• [The input]
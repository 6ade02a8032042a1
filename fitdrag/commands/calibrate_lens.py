"""``fitdrag calibrate-lens``: a lens model (camera matrix + distortion) from checkerboards."""

from __future__ import annotations

import argparse
from pathlib import Path

from fitdrag.errors import OutputExistsError

NAME = "calibrate-lens"

EXAMPLE = """\
Examples:
  fitdrag calibrate-lens board/*.png --board 9x6 --square 0.025 -o lens.json
  fitdrag calibrate-lens board_folder/ --board 7x5 --square 0.030 --fix-k3 -o lens.json

Take 10-20 pictures of a flat printed checkerboard with the camera, lens, focus and
resolution used for the footage: the board at different places (fill the frame's corners in
some views, where distortion is strongest) and tilted up to about 45 degrees. --board counts
the inner corners (a board of 10 x 7 squares has 9x6). Then pass the file to
`fitdrag track --lens lens.json`.

Exit codes: 0 lens file written, 1 a bug (with a traceback), 2 bad arguments or pictures
(too few boards found, an existing lens file without --force).
"""


def register(sub) -> argparse.ArgumentParser:
    p = sub.add_parser(
        NAME,
        help="measure lens distortion from checkerboard pictures",
        description="Estimate the camera matrix and the radial-tangential lens distortion "
        "(k1, k2, p1, p2, k3) from pictures of a flat checkerboard and write them as a lens "
        "file (JSON) for `fitdrag track --lens`.",
        epilog=EXAMPLE,
        formatter_class=argparse.RawDescriptionHelpFormatter,
    )
    p.add_argument("images", nargs="+", metavar="IMAGES",
                   help="checkerboard pictures (files, or folders of PNG/TIFF/JPEG/BMP)")  # fmt: skip
    p.add_argument("--board", required=True, metavar="COLSxROWS",
                   help="inner corners per row x per column, e.g. 9x6")  # fmt: skip
    p.add_argument("--square", required=True, type=float, metavar="M",
                   help="side of one board square [m]")  # fmt: skip
    p.add_argument("-o", "--output", required=True, metavar="LENS.json", help="lens file to write")
    p.add_argument("--fix-k3", action="store_true",
                   help="hold the third radial coefficient at zero (few views, mild lens)")  # fmt: skip
    p.add_argument("--force", action="store_true", help="overwrite an existing lens file")
    return p


def run(args) -> int:
    from fitdrag.video.lens import board_images_from, calibrate_lens, parse_board

    out = Path(args.output)
    if out.exists() and not args.force:
        raise OutputExistsError(f"-o/--output: {out} exists; pass --force to overwrite it.")
    board = parse_board(args.board)
    files = board_images_from(args.images)
    lens = calibrate_lens(files, board, args.square, fix_k3=args.fix_k3)
    lens.save(out, force=args.force)
    k = lens.camera_matrix
    d = lens.dist_coeffs
    sd = lens.details.get("std_dev", {})
    rejected = lens.details.get("rejected", ())
    print(f"lens: {lens.n_views} of {len(files)} view(s) used; reprojection RMS {lens.rms:.3g} px")
    if rejected:
        print(f"  board not found in: {', '.join(Path(r).name for r in rejected)}")
    print(
        f"  fx {k[0, 0]:.2f} ± {sd.get('fx_px', 0):.2g} px, fy {k[1, 1]:.2f} ± "
        f"{sd.get('fy_px', 0):.2g} px, cx {k[0, 2]:.2f}, cy {k[1, 2]:.2f} px "
        f"(image {lens.image_size[0]}x{lens.image_size[1]})"
    )
    print("  distortion k1 {:.5g}, k2 {:.5g}, p1 {:.3g}, p2 {:.3g}, k3 {:.5g}".format(*d[:5]))
    worst = max(lens.details.get("per_view_rms_px", {}).items(), key=lambda kv: kv[1],
                default=None)  # fmt: skip
    if worst is not None and worst[1] > 3 * lens.rms and worst[1] > 0.5:
        print(f"  note: {Path(worst[0]).name} fits badly ({worst[1]:.2g} px); consider dropping it")
    print(f"wrote {out}")
    return 0
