"""``fitdrag records``: list, show, export and verify the certificates on record."""

from __future__ import annotations

import argparse
import json
import math
import re
from pathlib import Path

from fitdrag.errors import EXIT_RECORDS_NOT_INTACT, InputError

#: The default records database: fitdrag.run.records.DEFAULT_FILENAME, written out so that
#: building the parser does not load the records module (a test checks that the two agree).
DEFAULT_FILENAME = "records.sqlite"


def register(subparsers) -> argparse.ArgumentParser:
    p = subparsers.add_parser(
        "records",
        help="list, show, export or verify issued certificates in a records database",
        description=(
            "Read the records database that 'fitdrag run' keeps: every certificate issued, "
            "who released it, its job file, input hashes, result and output files.  Records "
            "are never changed; a corrected certificate is a new record that names the one it "
            "replaces and why.  'verify' re-computes the records' hash chain and the "
            "certificate files' hashes and names every record altered or deleted and every "
            "file changed."
        ),
        epilog=(
            "Example: fitdrag records list\n"
            "         fitdrag records show FD-2026-000001\n"
            "         fitdrag records export all.csv\n"
            "         fitdrag records verify\n"
            "         fitdrag records --records out/records.sqlite list\n\n"
            "The database is the laboratory's (FITDRAG_RECORDS, the settings file, or the "
            "user's data folder) unless --records names another.\n"
            "Exit codes: 0 done (verify: all intact), 1 a bug (with a traceback), 2 bad "
            "arguments, no such database or certificate, or an existing CSV without --force, "
            "7 verify found records altered or deleted or files changed."
        ),
        formatter_class=argparse.RawDescriptionHelpFormatter,
    )
    p.add_argument(
        "--records",
        metavar="PATH",
        default=None,
        help="records database file (default: the laboratory's: FITDRAG_RECORDS, the "
        f"settings file, or {DEFAULT_FILENAME} in the user's data folder)",
    )
    # --records may also follow the action ("fitdrag records list --records PATH")
    common = argparse.ArgumentParser(add_help=False)
    common.add_argument("--records", metavar="PATH", default=argparse.SUPPRESS,
                        help="records database file")  # fmt: skip
    sub = p.add_subparsers(dest="action", metavar="ACTION", required=True)
    sub.add_parser("list", parents=[common], help="one line per certificate, oldest first")
    show = sub.add_parser("show", parents=[common], help="everything stored for one certificate")
    show.add_argument("number", metavar="NUMBER", help="certificate number, e.g. FD-2026-000001")
    show.add_argument("--job", action="store_true", help="also print the stored job file text")
    show.add_argument("--json", action="store_true", help="print only the stored result JSON")
    exp = sub.add_parser("export", parents=[common], help="write a CSV summary of every record")
    exp.add_argument("csv", metavar="CSV", help="output CSV file")
    exp.add_argument("--force", action="store_true", help="overwrite an existing CSV file")
    wd = sub.add_parser(
        "withdraw", parents=[common],
        help="withdraw a certificate without a replacement (a withdrawal record with the reason)",
    )  # fmt: skip
    wd.add_argument("number", metavar="NUMBER", help="certificate to withdraw")
    wd.add_argument("--reason", metavar="TEXT", required=True, help="why (kept in the records)")
    wd.add_argument("--approved-by", metavar="NAME", required=True,
                    help="who decided the withdrawal")  # fmt: skip
    ver = sub.add_parser(
        "verify", parents=[common],
        help="re-compute the hash chain and the files' hashes; exit 7 naming what was altered",
    )  # fmt: skip
    ver.add_argument("--no-files", action="store_true",
                     help="check the records' chain only, not the certificate files")  # fmt: skip
    return p


_CONTROL = re.compile(r"[\x00-\x1f\x7f-\x9f\u200e\u200f\u202a-\u202e\u2066-\u2069]")


def shown(text) -> str:
    """Text from the database made safe for a terminal: control characters (escape codes)
    and bidirectional overrides are shown as ``\\uXXXX``."""
    if text is None:
        return "-"
    return _CONTROL.sub(lambda m: f"\\u{ord(m.group()):04x}", str(text))


def _num(x, fmt="{:.4g}") -> str:
    if x is None or (isinstance(x, float) and not math.isfinite(x)):
        return "-"
    return fmt.format(x)


def run(args) -> int:
    from fitdrag.run.records import Records, lab_records

    where = lab_records(args.records)
    db = Records(where.path, create=False)
    if args.action == "list":
        recs = db.list()
        if not recs:
            print(f"no certificates on record in {where.path}")
            return 0
        print(f"records: {where.path} ({where.source})")
        head = (f"{'number':<16} {'issued':<25} {'approved by':<16} {'specimen':<16} "
                f"{'Cd':>8} {'U':>8}  decision")  # fmt: skip
        print(head)
        for r in recs:
            verb = "withdraws" if r.kind == "withdrawal" else "replaces"
            note = f" ({verb} {r.replaces}: {shown(r.reason)})" if r.replaces else ""
            note += f" [replaced by {r.replaced_by}]" if r.replaced_by else ""
            print(
                f"{r.number:<16} {shown(r.issued_at):<25} {shown(r.approved_by):<16} "
                f"{shown(r.specimen_id):<16} {_num(r.drag_coefficient):>8} "
                f"{_num(r.expanded_uncertainty):>8}  {shown(r.decision)}{note}"
            )
        return 0
    if args.action == "show":
        r = db.get(args.number)
        if args.json:
            print(json.dumps(r.result, indent=2, sort_keys=True))
            return 0
        print(f"certificate      {r.number} ({shown(r.kind)})")
        print(f"issued           {shown(r.issued_at)}")
        print(f"approved by      {shown(r.approved_by)}")
        if r.draft_sha256:
            print(f"released from    draft with SHA-256 {r.draft_sha256}")
        if r.replaces:
            print(f"replaces         {r.replaces} (reason: {shown(r.reason)})")
        if r.replaced_by:
            print(f"replaced by      {r.replaced_by}")
        print(f"customer         {shown(r.customer)}")
        print(f"specimen         {shown(r.specimen_id)}")
        print(f"drag coefficient {_num(r.drag_coefficient, '{:.6g}')}")
        print(
            f"expanded unc. U  {_num(r.expanded_uncertainty, '{:.2g}')} "
            f"(k = {_num(r.coverage_factor, '{:.2f}')})"
        )
        print(f"decision         {shown(r.decision)}")
        print(f"software         {shown(r.software_version)}")
        print(f"job file         {shown(r.job_path)}")
        print(f"record hash      {r.record_hash}")
        print("input files (SHA-256):")
        for path, digest in sorted(r.input_hashes.items()):
            print(f"  {shown(digest)}  {shown(path)}")
        print("outputs (SHA-256):")
        for kind, path in sorted(r.outputs.items()):
            print(f"  {kind:<16} {r.file_hashes.get(kind, '-')}  {shown(path)}")
        if args.job:
            print("job file text:")
            print(shown_block(r.job_text or ""))
        return 0
    if args.action == "withdraw":
        for name, text in (("--reason", args.reason), ("--approved-by", args.approved_by)):
            if not (text or "").strip() or shown(text) != text:
                raise InputError(f"{name}: give plain text (no control characters), got "
                                 f"{shown(text)!r}.")  # fmt: skip
        rec = db.withdraw(args.number, reason=args.reason.strip(), approved_by=args.approved_by)
        print(f"certificate {args.number} withdrawn by {rec.approved_by} (withdrawal record "
              f"{rec.number}, record hash {rec.record_hash})")  # fmt: skip
        return 0
    if args.action == "verify":
        v = db.verify(check_files=not args.no_files)
        what = f"{v.records} record(s)" + ("" if args.no_files else f", {v.files} file(s)")
        if v.ok:
            print(f"records intact: {what} in {where.path}; the chain's last seal is "
                  f"{v.last_seal}")  # fmt: skip
            return 0
        print(f"records NOT intact: {len(v.findings)} problem(s) in {what} of {where.path}:")
        for f in v.findings:
            print(f"  {shown(f.subject)}: {shown(f.problem)}")
        return EXIT_RECORDS_NOT_INTACT
    out = db.export_csv(Path(args.csv), force=args.force)
    print(f"wrote {len(db)} record(s) to {out}")
    return 0


def shown_block(text: str) -> str:
    """A multi-line text made safe line by line (line ends kept)."""
    return "\n".join(shown(line) for line in text.split("\n"))
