def track_footage(
    path: str | os.PathLike,
    *,
    fps: float | None = None,
    start: int = 0,
    stop: int | None = None,
    scale: float | None = None,
    origin: str | Sequence[float] | None = None,
    rotation: float = 0.0,
    reference: str | Sequence[float] | None = None,
    markers: float | None = None,
    marker_dictionary: str = "DICT_4X4_50",
    marker_layout: str | os.PathLike | Mapping[int, Sequence[float]] | None = None,
    marker_frame: int | None = None,
    lens: Any = None,
    scale_uncertainty: float = 0.0,
    detector: str = "background-difference",
    region: str | Sequence[float] | None = None,
    progress: bool = False,
    readout_time: float = 0.0,
) -> FootageTrack:
    """Track the specimen in footage and calibrate its centroids to world metres.

    Give exactly one calibration: ``scale`` (with ``origin`` and ``rotation``),
    ``reference`` (with ``origin`` and ``rotation``) or ``markers`` (with
    ``marker_dictionary``, ``marker_layout`` and ``marker_frame``).

    Parameters
    ----------
    path : str or path-like
        Video file (anything OpenCV decodes: AVI/Motion-JPEG, MP4, MKV) or a folder of
        numbered PNG/TIFF/JPEG frames.
    fps : float, optional
        Capture frame rate; overrides the container's rate.  Required when the container has
        none or claims a playback-like rate (24-60 frames/s). [1/s]
    start : int
        First frame to track. [1]
    stop : int, optional
        Frame to stop before (None: to the end). [1]
    scale : float, optional
        Size of one pixel in the plane of flight. [m/px]
    origin : "X,Y" or (float, float), optional
        Image point (column, row; y down) of the world origin; default the image's lower-left
        pixel for ``scale``, the first reference point for ``reference``. [px]
    rotation : float
        Angle of the true horizontal, counter-clockwise on screen, for a rolled camera
        (``scale`` and ``reference`` only). [deg]
    reference : "X1,Y1,X2,Y2,METRES" or five numbers, optional
        Two image points [px, y down] and their distance apart in the plane of flight [m].
    markers : float, optional
        Side of the ArUco markers' black square; the markers stand upright in the plane of
        flight; world x along their horizontal, y up, origin at the lowest-id marker's
        lower-left corner (unless ``marker_layout`` is given). [m]
    marker_dictionary : str
        ArUco dictionary name, e.g. ``"DICT_4X4_50"``.
    marker_layout : path or mapping, optional
        Layout file (CSV ``id,x_m,y_m`` or JSON, see
        :func:`fitdrag.video.calibration.load_marker_layout`) or a mapping id -> world
        position of each marker's lower-left corner [m]: one plane homography from all
        corners, in the layout's world frame.
    marker_frame : int, optional
        Frame to find the markers in (default: ``start``, or the first frame if later). [1]
    lens : path or LensModel, optional
        Lens model (file from ``fitdrag calibrate-lens``); centroids and marker corners are
        undistorted with it, and a detector that takes it fits the outline this camera
        gives a sphere (diameters then measure depth, header line ``outline_measure:
        depth``; see :mod:`fitdrag.video.sphere_outline`).
    scale_uncertainty : float
        Relative standard uncertainty of the known length (the scale, the reference distance
        or the marker side), e.g. 0.001. [1]
    detector : str
        Registered detector (:func:`fitdrag.video.detect.detector_names`); default the
        background-difference detector.
    region : "X0,Y0,X1,Y1" or four numbers, optional
        Region of interest: only blobs centred inside it start a track (e.g. to leave out a
        hand or another moving object at one side of the image). [px, image, y down]
    progress : bool
        Show a progress bar on footage longer than 200 frames (or of unknown length).
    readout_time : float
        Rolling-shutter readout time, first row to last (with ``lens``: the detector models
        the shear it gives a moving ball); 0 = global shutter. [s]

    Returns
    -------
    FootageTrack
        The track with its calibration, detections, frame rate and marker frame.

    Raises
    ------
    FileNotFoundError
        The footage, the lens file or the layout file does not exist.
    ValueError
        Bad or conflicting options (none or several calibrations, origin with markers, ...),
        an unreadable video, a playback-like container rate without ``fps``, a lens model
        for another image size, no markers found, or fewer than
        :data:`fitdrag.tracks.MIN_POINTS` frames with the specimen.
    """
    from fitdrag.tracks.track import MIN_POINTS, Track
    from fitdrag.video.calibration import load_marker_layout
    from fitdrag.video.detect import get_detector, reasons_by_range
    from fitdrag.video.lens import LensModel, load_lens
    from fitdrag.video.sources import check_frame_rate, open_source

    # -- options, checked before the footage is opened --------------------------------------
    if (
        scale_uncertainty is None
        or isinstance(scale_uncertainty, bool)
        or not isinstance(scale_uncertainty, int | float | np.floating | np.integer)
        or not (0.0 <= scale_uncertainty < 1.0)
    ):
        raise InputError(
            f"--scale-uncertainty: a relative standard uncertainty must be >= 0 and < 1, got "
            f"{scale_uncertainty!r}; e.g. 0.001 for 0.1 %."
        )
    given = [n for n, v in (("scale", scale), ("reference", reference), ("markers", markers))
             if v is not None]  # fmt: skip
    if len(given) != 1:
        what = "none" if not given else " and ".join(given)
        raise InputError(
            f"calibration: give exactly one of scale (m/px, with origin), reference "
            f"(X1,Y1,X2,Y2,METRES) or markers (the markers' side in m); got {what}."
        )
    if markers is not None:
        if origin is not None or rotation:
            raise InputError(
                "--origin/--rotation: they apply to --scale and --reference only; with "
                "--markers the markers set the origin and the horizontal (give a "
                "--marker-layout for a world frame of your own)."
            )
    elif marker_layout is not None or marker_frame is not None:
        raise InputError(
            "--marker-layout/--marker-frame: they apply to --markers only; drop them or "
            "calibrate with --markers SIZE_M."
        )
    try:
        rot = float(rotation)
    except (TypeError, ValueError):
        rot = float("nan")
    if not math.isfinite(rot):
        raise InputError(f"rotation: expected a finite angle in degrees, got {rotation!r}.")
    origin_px = _as_origin(origin) if origin is not None else None
    roi = _as_region(region) if region is not None else None
    ref = _as_reference(reference) if reference is not None else None
    if marker_frame is not None and (
        isinstance(marker_frame, bool) or not isinstance(marker_frame, int | np.integer)
    ):
        raise InputError(f"--marker-frame: expected a frame number, got {marker_frame!r}.")

    lens_file = None
    if lens is not None and not isinstance(lens, LensModel):
        lens_file = str(lens)
        lens = load_lens(lens)
    layout = None
    if marker_layout is not None:
        if isinstance(marker_layout, Mapping):
            layout = {int(k): (float(v[0]), float(v[1])) for k, v in marker_layout.items()}
        else:
            layout = load_marker_layout(marker_layout)

    # -- the footage ---------------------------------------------------------------------------
    source = open_source(path)
    try:
        rate = check_frame_rate(source, fps)
        h, w = source.shape
        if lens is not None and tuple(lens.image_size) != (w, h):
            raise InputError(
                f"--lens: the lens model is for {lens.image_size[0]}x{lens.image_size[1]} px "
                f"images but the footage is {w}x{h} px; calibrate the lens at the footage's "
                f"resolution."
            )
        cal, used_marker_frame = _calibration(
            source, scale=scale, origin=origin_px, rotation=rot, reference=ref,
            markers=markers, marker_dictionary=marker_dictionary, layout=layout,
            marker_frame=marker_frame, start=start, lens=lens,
            scale_uncertainty=float(scale_uncertainty),
        )  # fmt: skip
        n_frames = source.n_frames
        bar = bool(progress) and (n_frames is None or n_frames > PROGRESS_MIN_FRAMES)
        extra: dict[str, Any] = {} if roi is None else {"region": roi}
        find = get_detector(detector)
        if lens is not None and _takes(find, "lens"):
            extra.update(lens=lens, readout_time=float(readout_time), fps=float(rate))
        det = find(source, start=start, stop=stop, progress=bar, **extra)
        name = str(source.name)
    finally:
        source.close()

    n_found = len(det)
    if n_found < MIN_POINTS:
        raise InputError(
            f"{name}: the specimen was found in {n_found} frame(s), at least "
            f"{MIN_POINTS} are needed for a track; check the frame range (--start/--stop) "
            f"and that the specimen moves against a steady background. Frames without it: "
            f"{reasons_by_range(dict(det.missing)) if det.missing else 'none'}. "
            f"{_advice(det, rate)}"
        )
    x, y = cal.pixel_to_world(det.x_px, det.y_px)
    t = np.asarray(det.frame, dtype=float) / rate
    missing = det.missing_frames
    meta: dict[str, Any] = {
        "footage": name,
        "fps": float(rate),
        "frame_range": f"{int(det.frame[0])}-{int(det.frame[-1])}",
        "frames_detected": int(n_found),
        "frames_missing": int(missing.size),
    }
    if missing.size:
        text = frame_ranges(missing)
        meta["missing_frames"] = (
            text if len(text) <= _MISSING_TEXT_LIMIT else text[:_MISSING_TEXT_LIMIT] + " ..."
        )
    others = getattr(det, "other_movers", ())
    if others:
        meta["other_moving_objects"] = "; ".join(o.describe() for o in others)
    meta.update(cal.to_meta())
    if getattr(det, "outline_measure", "across_motion") == "depth":
        meta["outline_measure"] = "depth"
    lamp = getattr(det, "lamp_direction", None)
    if lamp is not None:  # towards the lamp, camera axes, from the ball's shading
        meta["lamp_direction"] = ",".join(f"{v:.4f}" for v in lamp)
    if lens_file is not None:
        meta["lens_file"] = lens_file
    if used_marker_frame is not None:
        meta["marker_frame"] = int(used_marker_frame)
    track = Track(t, x, y, frame=det.frame, meta=meta)
    return FootageTrack(
        track=track,
        calibration=cal,
        detections=det,
        fps=float(rate),
        marker_frame=None if used_marker_frame is None else int(used_marker_frame),
        source=name,
    )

• [Task directions]
Write out exactly the lines above between the line with "if v is not" and the line with "the markers set", inclusive, and nothing beyond them.

• [Task answer]
             if v is not None]  # fmt: skip
    if len(given) != 1:
        what = "none" if not given else " and ".join(given)
        raise InputError(
            f"calibration: give exactly one of scale (m/px, with origin), reference "
            f"(X1,Y1,X2,Y2,METRES) or markers (the markers' side in m); got {what}."
        )
    if markers is not None:
        if origin is not None or rotation:
            raise InputError(
                "--origin/--rotation: they apply to --scale and --reference only; with "
                "--markers the markers set the origin and the horizontal (give a "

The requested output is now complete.